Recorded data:
•••
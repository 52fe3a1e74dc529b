"""Writes of the planning app: plans from the catalogue, the nights cache, and the due-state recompute.

``site_recompute`` is the one place that turns the logbook into due states. It reads a site's log,
plans, last services, readings and sky in a fixed number of queries (however many plans there are),
hands arrays to the pure functions of ``observatory_ops.calc`` and stores one ``PlanStatus`` per plan.
"""
from __future__ import annotations

import dataclasses
import datetime as dt
import functools
import json
import math
from dataclasses import dataclass, replace
from typing import NamedTuple

import numpy as np
from django.db import transaction
from django.db.models import Max, OuterRef, Q, Subquery
from django.utils import timezone
from simple_history.utils import bulk_create_with_history

from observatory_ops.calc import exposure, forecast, nights, trend
from observatory_ops.calc.triggers import STATUSES, TriggerState, due_status, governing
from observatory_ops.logbook.models import NightUsage, Reading, ServiceRecord
from observatory_ops.logbook.quantities import QUANTITIES, reflectance_text, significant
from observatory_ops.registry.catalogue import kind as catalogue_kind
from observatory_ops.registry.models import Site, Subsystem, is_shared_enclosure

from . import metrics
from .models import NightSky, PlanStatus, ServicePlan, Trigger, figure_text, trigger_figures
from .selectors import rate_text

#: How far ahead forecasts look. A trigger not reached by then has no forecast date.
HORIZON_DAYS = 3 * 366
#: Readings used for a condition trend: those since the last service, at most this many of the newest.
TREND_READINGS = 12
#: Unlogged past nights beyond this many are named in a usage forecast's basis: they are counted as used at the
#: expected rate (``forecast_model``), and a month of them is more than the lag of a log sent in now and then, so
#: the reader should know (a choice of our own).
UNLOGGED_NIGHTS_SAID = 30
#: What a plan whose last service is unknown (no service record, and its counting date not given) needs: it is due
#: now. Equipment of unknown maintenance history gets a baseline service before its intervals mean anything
#: (common practice, no published source).
UNKNOWN_LAST_SERVICE = "no service record: enter the last service if it is known, or do a baseline service"


def site_today(site: Site, now: dt.datetime | None = None) -> dt.date:
    """The site's local calendar date now."""
    return (now or timezone.now()).astimezone(site.zone).date()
•••
_EXERCISE BRIEF_. Copy the stretch of the records above that runs from the line with "the due-state recompute." through the line with "plans, last services, readings". Both end lines belong in the copy, and nothing else does.

_SOLUTION TO THE PROBLEM_.
"""Writes of the planning app: plans from the catalogue, the nights cache, and the due-state recompute.

``site_recompute`` is the one place that turns the logbook into due states. It reads a site's log,
plans, last services, readings and sky in a fixed number of queries (however many plans there are),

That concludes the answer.